The images from Louisiana show how devastating Hurricane Ida was for the areas there.

Many people are homeless and efforts to feed the people are in full swing, and some farmers in Maryland are doing their part to help.

Volunteers spent the morning picking corn at First Fruits Farm in Freeland. The non-profit farm has been giving away everything it grows for 23 years. Corn from the farm is directed to Louisiana for hurricane relief.
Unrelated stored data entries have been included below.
//! What was done to single samples of a record before it became uniform and complete.

use serde::Serialize;

/// Consecutive samples of one channel that are not as they were read.
#[derive(Debug, Clone, Copy, PartialEq, Eq, Serialize)]
pub struct Repair {
    /// First of them, from 0.
    pub first: usize,
    /// Last of them.
    pub last: usize,
    /// What they were made from.
    pub how: Mending,
}

/// How samples were made.
#[derive(Debug, Clone, Copy, PartialEq, Eq, Serialize)]
#[serde(rename_all = "snake_case")]
pub enum Mending {
    /// The cubic spline through the samples on both sides.
    CubicSpline,
    /// The smoothest line that the noisy samples on both sides allow.
    Smoother,
    /// The autoregressive model of the channel.
    AutoregressiveModel,
    /// A spike, replaced by one of the above.
    Despiked,
}

impl Repair {
    /// Number of samples.
    pub fn count(&self) -> usize {
        self.last + 1 - self.first
    }

    /// The part of it that lies in `len` samples from sample `first` on, counted from there.
    pub fn cut(&self, first: usize, len: usize) -> Option<Repair> {
        let (from, last) = (self.first.max(first), self.last.min((first + len).checked_sub(1)?));
        (from <= last).then(|| Repair { first: from - first, last: last - first, how: self.how })
    }
}

impl Mending {
    /// In words.
    pub fn label(self) -> &'static str {
        match self {
            Mending::CubicSpline => "cubic spline",
            Mending::Smoother => "smoother",
            Mending::AutoregressiveModel => "autoregressive model",
            Mending::Despiked => "despiked",
        }
    }
}

#[cfg(test)]
mod tests {
    use super::*;

    #[test]
    fn a_cut_keeps_what_lies_in_it() {
        let repair = Repair { first: 10, last: 14, how: Mending::Smoother };
        assert_eq!(repair.count(), 5);
        assert_eq!(repair.cut(12, 2).map(|r| (r.first, r.last)), Some((0, 1)));
        assert_eq!(repair.cut(0, 11).map(|r| (r.first, r.last)), Some((10, 10)));
        assert_eq!((repair.cut(15, 9), repair.cut(0, 10), repair.cut(0, 0)), (None, None, None));
    }
}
Rick Bernstein is the farm’s manager.

“We organized vegetables from here last week, but also talked to farm friends who we have across the country who produce other things,” said Bernstein.

There are 27 for-profit farms giving away food for the effort – all but two are from Maryland.

In addition to the vegetables, other farms offer a variety of foods such as milk, cheese, yogurt, other vegetables, dairy products, and chicken.

First Fruits turned to the Hope To Help convoy to get everything there.

“That sends half loads of groceries, usually snacks and water, to see if they are interested in getting fresh produce from us to take to the areas hit by Hurricane Ida in Louisiana,” said Jamison Hunsberger, manager of the First fruits farm.

Volunteers said they are excited to be part of the effort.

“It is always very grounding and humbling to come here and give back to the churches in every possible way,” said volunteer Amy Adams.

“I often feel that sometimes there is not much I can do to help in such big situations. So it is really important to come here and help them during this difficult time,” said volunteer Natalie Althoff.

There should be four semi-trailers with groceries. It should arrive there by Wednesday.